File-system structure - Assuming that you have gigabytes worth of memory, then the bottleneck will most likely be the data-structure that you use for the file-system. If the file-system structure is cumbersome it will slow you down.
Assuming that all the other problems are solved, then do you worry about your application itself. Notice, that most of the bottlenecks are outside your software control. Therefore, whether you code it in C/C++ or use specific libraries, you will still be at the mercy of the OS and hardware.
Sounds like you should use an SFTP (SSH) server, it's firewall/NAT safe, secure, and already does what you want and more. You could also use SAMBA or windows file sharing for an even more simple implementation.

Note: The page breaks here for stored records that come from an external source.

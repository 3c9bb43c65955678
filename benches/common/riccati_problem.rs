//! The stage-wise benchmark problem shared by `benches/riccati.rs` and
//! `examples/riccati_profile.rs`: a chain of 6 coupled oscillators of our own (12 states),
//! 4 actuators, dt = 0.05, discretized by explicit Euler (only the structure matters here).
//! Invented data, for timing only.

use faer::Mat;
use tangency::stagewise::{HorizonBuilder, StageDims};
use tangency::Problem;

/// The problem at horizon N, with its stage dimensions.
pub fn problem(horizon: usize) -> (Problem, StageDims) {
    let (nx, nu) = (12, 4);
    let dt = 0.05;
    let mut a = Mat::<f64>::identity(nx, nx);
    for m in 0..6 {
        let (p, v) = (2 * m, 2 * m + 1);
        a[(p, v)] += dt;
        a[(v, p)] -= 2.0 * dt;
        a[(v, v)] -= 0.1 * dt;
        if m > 0 {
            a[(v, p - 2)] += dt;
        }
        if m < 5 {
            a[(v, p + 2)] += dt;
        }
    }
    let b = Mat::from_fn(nx, nu, |i, j| if i % 2 == 1 && (i / 2) % nu == j { dt } else { 0.0 });
    let q = Mat::from_fn(nx, nx, |i, j| if i == j { 1.0 + (i % 2) as f64 } else { 0.0 });
    let r = Mat::from_fn(nu, nu, |i, j| if i == j { 0.1 } else { 0.01 });
    let h = HorizonBuilder::new(nx, nu, horizon)
        .dynamics(a.as_ref(), b.as_ref())
        .cost(q.as_ref(), r.as_ref())
        .terminal_cost(q.as_ref())
        .initial_state(&[0.1; 12])
        .build()
        .expect("valid horizon");
    (h.to_problem().expect("conversion"), h.dims())
}
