"""Dialect files: what differs between instrument models, as data (YAML), not code.

A dialect holds command templates, reply parsing, ranges, setting resolution and readback
tolerance, output-off threshold and bleed-down time, worst-case reply and integration
times. Built-in dialects live in ``drivers/dialects/<name>.yaml``; a lab may point a rig at
its own file by path. Files are read with ``drivers.yamllimits.load_limited`` (safe types, size, depth and
alias limits) and validated; every problem
is a ``DialectError`` naming the file and key.

Templates are filled by ``fill()``: each ``{name}`` is replaced by a number formatted by
``format_number`` and nothing else. No Python format strings, no text from users.
"""
from __future__ import annotations

import math
import re
from decimal import Decimal
from dataclasses import dataclass, field
from pathlib import Path
from typing import Any, Dict, Mapping, Optional, Tuple

import yaml

from .errors import DriverError
from .yamllimits import YamlLimit, load_limited

DIALECT_DIR = Path(__file__).with_name("dialects")
_NAME = re.compile(r"^[a-z0-9][a-z0-9-]{0,63}$")
_PLACEHOLDER = re.compile(r"\{([a-z_][a-z0-9_]*)\}")
_TEMPLATE_OK = re.compile(r"^[\x20-\x7e]*$")


class DialectError(DriverError):
    """A dialect file is missing, malformed or inconsistent (a user mistake: exit 2)."""


def format_number(x: float) -> str:
    """SCPI decimal numeric program data (IEEE 488.2 §7.7.2 NRf, from memory): integers
    as NR1, others in the shortest form that round-trips, exponent as ``E``."""
    if isinstance(x, bool) or not isinstance(x, (int, float)):
        raise TypeError(f"not a number: {x!r}")
    xf = float(x)
    if not math.isfinite(xf):
        raise ValueError(f"not a finite number: {x!r}")
    if xf == int(xf) and abs(xf) < 1e15:
        return str(int(xf))
    text = repr(xf)
    return text.replace("e", "E")


def placeholders(template: str) -> Tuple[str, ...]:
    return tuple(_PLACEHOLDER.findall(template))


def fill(template: str, **numbers: float) -> str:
    """Replace each ``{name}`` in ``template`` by ``format_number(numbers[name])``."""
    def sub(m):
        key = m.group(1)
        if key not in numbers:
            raise KeyError(f"template {template!r} needs a value for {key!r}")
        return format_number(numbers[key])
    return _PLACEHOLDER.sub(sub, template)


def quantize(x: float, step: float) -> float:
    """Round ``x`` to the nearest multiple of the setting resolution ``step``."""
    if not step or step <= 0:
        return float(x)
    n = round(float(x) / step)
    if abs(n) >= 1e15:
        return float(x)
    return float(Decimal(repr(float(step))) * n)   # 1001 x 0.1 is 100.1, not 100.10000000000001


# which placeholders each command template may (must) use
_SUPPLY_COMMANDS = {
    "clear_status": (), "event_status": (), "error_query": (),
    "set_voltage": ("volts",), "get_voltage": (), "set_current_limit": ("amps",),
    "get_current_limit": (), "set_ovp": ("volts",), "get_ovp": (), "output_on": (),
    "output_off": (), "get_output": (), "measure_voltage": (), "measure_current": (),
    "get_operation": (), "get_questionable": (), "set_comm_timeout": ("seconds",),
    "get_interlock": (),
}
_SUPPLY_OPTIONAL = {"set_comm_timeout", "get_interlock", "get_operation", "get_questionable"}
_AMMETER_COMMANDS = {
    "clear_status": (), "event_status": (), "error_query": (),
    "set_function": (), "get_function": (), "set_range": ("amps",), "get_range": (),
    "set_autorange": ("on",), "get_autorange": (), "set_nplc": ("nplc",), "get_nplc": (),
    "set_line_frequency": ("hz",), "get_line_frequency": (), "input_short_off": (),
    "get_input_short": (), "zero_correct_off": (), "get_zero_correct": (), "read": (),
}
_AMMETER_OPTIONAL = {"set_line_frequency", "get_line_frequency", "input_short_off",
                     "get_input_short", "zero_correct_off", "get_zero_correct"}
_GAUGE_COMMANDS = {"read": ()}
COMMANDS = {"supply": (_SUPPLY_COMMANDS, _SUPPLY_OPTIONAL),
            "ammeter": (_AMMETER_COMMANDS, _AMMETER_OPTIONAL),
            "gauge": (_GAUGE_COMMANDS, set())}
GAUGE_STATES = ("ok", "filament-off", "over-range", "under-range", "no-answer")
PRESSURE_UNITS_PA = {"Pa": 1.0, "hPa": 100.0, "mbar": 100.0,
                     "Torr": 101325.0 / 760.0}  # 1 Torr = 101325/760 Pa exactly (by definition)


@dataclass(frozen=True)
class Dialect:
    """A validated dialect. ``raw`` keeps the whole mapping for role-specific keys."""

    name: str
    role: str
    protocol: str
    source: str
    commands: Mapping[str, Optional[str]]
    sentinel: Optional[Tuple[str, str]]
    raw: Mapping[str, Any] = field(repr=False)

    def command(self, key: str, **numbers: float) -> str:
        tpl = self.commands.get(key)
        if tpl is None:
            raise DialectError(self.source, f"dialect has no {key!r} command")
        return fill(tpl, **numbers)

    def has(self, key: str) -> bool:
        return self.commands.get(key) is not None

    def get(self, dotted: str, default: Any = None) -> Any:
        """``get("output_off.threshold_v")``: a nested value or ``default``."""
        node: Any = self.raw
        for part in dotted.split("."):
            if not isinstance(node, Mapping) or part not in node:
                return default
            node = node[part]
        return node

    def number(self, dotted: str, default: Optional[float] = None) -> float:
        v = self.get(dotted, default)
        if v is None:
            raise DialectError(self.source, f"dialect has no {dotted!r}")
        return float(v)


def _find(name_or_path: str) -> Path:
    if _NAME.match(name_or_path):
        p = DIALECT_DIR / f"{name_or_path}.yaml"
        if p.is_file():
            return p
        known = ", ".join(sorted(x.stem for x in DIALECT_DIR.glob("*.yaml")))
        raise DialectError(name_or_path, f"no built-in dialect of that name (known: {known})")
    p = Path(name_or_path)
    if p.suffix not in (".yaml", ".yml") or not p.is_file():
        raise DialectError(name_or_path, "dialect must be a built-in name or an existing .yaml file")
    return p


def _num(problems, key, value, positive=True):
    if isinstance(value, bool) or not isinstance(value, (int, float)) or not math.isfinite(value):
        problems.append(f"{key}: expected a number, got {value!r}")
    elif positive and value <= 0:
        problems.append(f"{key}: must be positive, got {value!r}")


def validate(data: Any, source: str) -> Dialect:
    """Check a loaded mapping; raise one ``DialectError`` listing every problem."""
    problems = []
    if not isinstance(data, dict):
        raise DialectError(source, "dialect file must be a YAML mapping")
    role = data.get("role")
    if role not in COMMANDS:
        raise DialectError(source, f"role must be one of {sorted(COMMANDS)}, got {role!r}")
    name = data.get("name")
    if not isinstance(name, str) or not _NAME.match(name):
        problems.append(f"name: expected a lower-case name, got {name!r}")
    protocol = data.get("protocol")
    if protocol not in ("scpi", "ascii"):
        problems.append(f"protocol: 'scpi' or 'ascii', got {protocol!r}")
    allowed, optional = COMMANDS[role]
    cmds = data.get("commands")
    if not isinstance(cmds, dict):
        problems.append("commands: expected a mapping of command templates")
        cmds = {}
    for key in cmds:
        if key not in allowed:
            problems.append(f"commands.{key}: unknown command (allowed: {', '.join(allowed)})")
    commands: Dict[str, Optional[str]] = {}
    for key, want in allowed.items():
        tpl = cmds.get(key)
        if tpl is None:
            if key not in optional and not (role != "gauge" and protocol == "ascii"):
                problems.append(f"commands.{key}: required")
            commands[key] = None
            continue
        if not isinstance(tpl, str) or not tpl.strip() or not _TEMPLATE_OK.match(tpl):
            problems.append(f"commands.{key}: must be one line of printable ASCII")
            continue
        stripped = _PLACEHOLDER.sub("", tpl)
        if "{" in stripped or "}" in stripped:
            problems.append(f"commands.{key}: stray brace; placeholders look like {{name}}")
        got = placeholders(tpl)
        if sorted(set(got)) != sorted(want):
            problems.append(f"commands.{key}: placeholders {list(got)} but expected {list(want)}")
        commands[key] = tpl
    sentinel = data.get("sentinel")
    if sentinel is not None:
        if (not isinstance(sentinel, (list, tuple)) or len(sentinel) != 2
                or not all(isinstance(s, str) for s in sentinel)):
            problems.append("sentinel: [query, expected reply] or null")
            sentinel = None
        else:
            sentinel = (sentinel[0], sentinel[1])
    timing = data.get("timing") or {}
    _num(problems, "timing.worst_reply_s", timing.get("worst_reply_s"))
    if role == "supply":
        for key in ("limits.max_voltage_v", "limits.max_current_a", "resolution.voltage_v",
                    "resolution.current_a", "readback.voltage_abs_v", "readback.current_abs_a",
                    "output_off.threshold_v", "output_off.bleed_down_s", "output_off.poll_s"):
            a, b = key.split(".")
            _num(problems, key, (data.get(a) or {}).get(b))
        _num(problems, "readback.rel", (data.get("readback") or {}).get("rel"), positive=False)
        ct = data.get("comm_timeout") or {}
        if bool(ct.get("supported")) != (commands.get("set_comm_timeout") is not None):
            problems.append("comm_timeout.supported must match whether commands.set_comm_timeout is set")
        for flag, spec in (data.get("status") or {}).items():
            if flag not in ("cc", "tripped", "interlock_open"):
                problems.append(f"status.{flag}: unknown flag (cc, tripped, interlock_open)")
                continue
            if spec is None:
                continue
            bits = spec.get("bits", [spec.get("bit")]) if isinstance(spec, dict) else None
            if (not isinstance(spec, dict) or spec.get("register") not in ("operation", "questionable")
                    or not isinstance(bits, list) or not bits
                    or not all(isinstance(b, int) and not isinstance(b, bool) and 0 <= b <= 15
                               for b in bits)):
                problems.append(f"status.{flag}: {{register: operation|questionable, "
                                f"bit: 0..15}} or {{register: ..., bits: [..]}}")
    elif role == "ammeter":
        ranges = data.get("ranges_a")
        if not isinstance(ranges, list) or not ranges:
            problems.append("ranges_a: a list of full-scale ranges in A")
        else:
            for i, r in enumerate(ranges):
                _num(problems, f"ranges_a[{i}]", r)
        nplc = data.get("nplc") or {}
        _num(problems, "nplc.min", nplc.get("min"))
        _num(problems, "nplc.max", nplc.get("max"))
        _num(problems, "timing.overhead_s", timing.get("overhead_s"), positive=False)
        if not isinstance(data.get("function_replies"), list):
            problems.append("function_replies: list of accepted answers to get_function")
    elif role == "gauge":
        reply = data.get("reply") or {}
        pat = reply.get("pattern")
        try:
            rx = re.compile(pat) if isinstance(pat, str) else None
        except re.error as exc:
            rx = None
            problems.append(f"reply.pattern: not a regular expression ({exc})")
        if rx is not None and not {"status", "value"} <= set(rx.groupindex):
            problems.append("reply.pattern: needs named groups (?P<status>...) and (?P<value>...)")
        if rx is None and isinstance(pat, str) is False:
            problems.append("reply.pattern: required")
        states = reply.get("states")
        if not isinstance(states, dict) or not states:
            problems.append("reply.states: mapping of status code to state")
        else:
            for code, st in states.items():
                if st not in GAUGE_STATES:
                    problems.append(f"reply.states.{code}: {st!r} is not one of {GAUGE_STATES}")
        if data.get("unit") not in PRESSURE_UNITS_PA:
            problems.append(f"unit: one of {sorted(PRESSURE_UNITS_PA)}")
    cap = data.get("error_queue_cap", 32)
    if not isinstance(cap, int) or isinstance(cap, bool) or not 1 <= cap <= 1000:
        problems.append("error_queue_cap: integer 1..1000")
    if problems:
        raise DialectError(source, "; ".join(problems))
    return Dialect(name=name, role=role, protocol=protocol, source=source,
                   commands=commands, sentinel=sentinel, raw=data)


_CACHE: Dict[str, Dialect] = {}


def load_dialect(name_or_path: str, role: Optional[str] = None) -> Dialect:
    """Load and validate a dialect by built-in name or file path (cached per path)."""
    if isinstance(name_or_path, Dialect):
        d = name_or_path
    else:
        path = _find(str(name_or_path))
        key = str(path.resolve())
        d = _CACHE.get(key)
        if d is None:
            try:
                data = load_limited(path.read_text(encoding="utf-8"))
            except YamlLimit as exc:
                raise DialectError(str(path), exc.message) from None
            except (OSError, UnicodeDecodeError) as exc:
                raise DialectError(str(path), f"cannot read: {exc}") from None
            except yaml.YAMLError as exc:
                mark = getattr(exc, "problem_mark", None)
                where = f"{path}:{mark.line + 1}:{mark.column + 1}" if mark else str(path)
                raise DialectError(where, f"not valid YAML: {getattr(exc, 'problem', exc)}") from None
            d = validate(data, str(path))
            _CACHE[key] = d
    if role is not None and d.role != role:
        raise DialectError(d.source, f"dialect is for a {d.role}, not a {role}")
    return d


DEFAULT_DIALECTS = {"supply": "generic-scpi-supply", "ammeter": "generic-scpi-picoammeter",
                    "gauge": "generic-ascii-gauge"}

Why not use something existing, for example a normal Web server handles a lot of small files (images) very well and fast.
And lots of people already spent time in optimizing the code.
And the second benefit is that the transfer is done with HTTP which is an established protocol. And is easily switched to SSL if you need more security.
For the uploads, they are also no problem with a script or custom module - with the same method you can also add authorization.
As long as you don't need to dynamically seek the files i guess this would be one of the best solutions.
It's a new part to an existing desktop application? What's the goal of the server? Is it protecting the files that are uploaded/downloaded and providing authentication and/or authorisation? Does it provide some kind of structure for the uploads to be stored in?
One option may be to install Apache HTTP Server on the machine and serve the file via that. Use POST to upload and GET to download.
If the clients are within a LAN could you not just share a drive?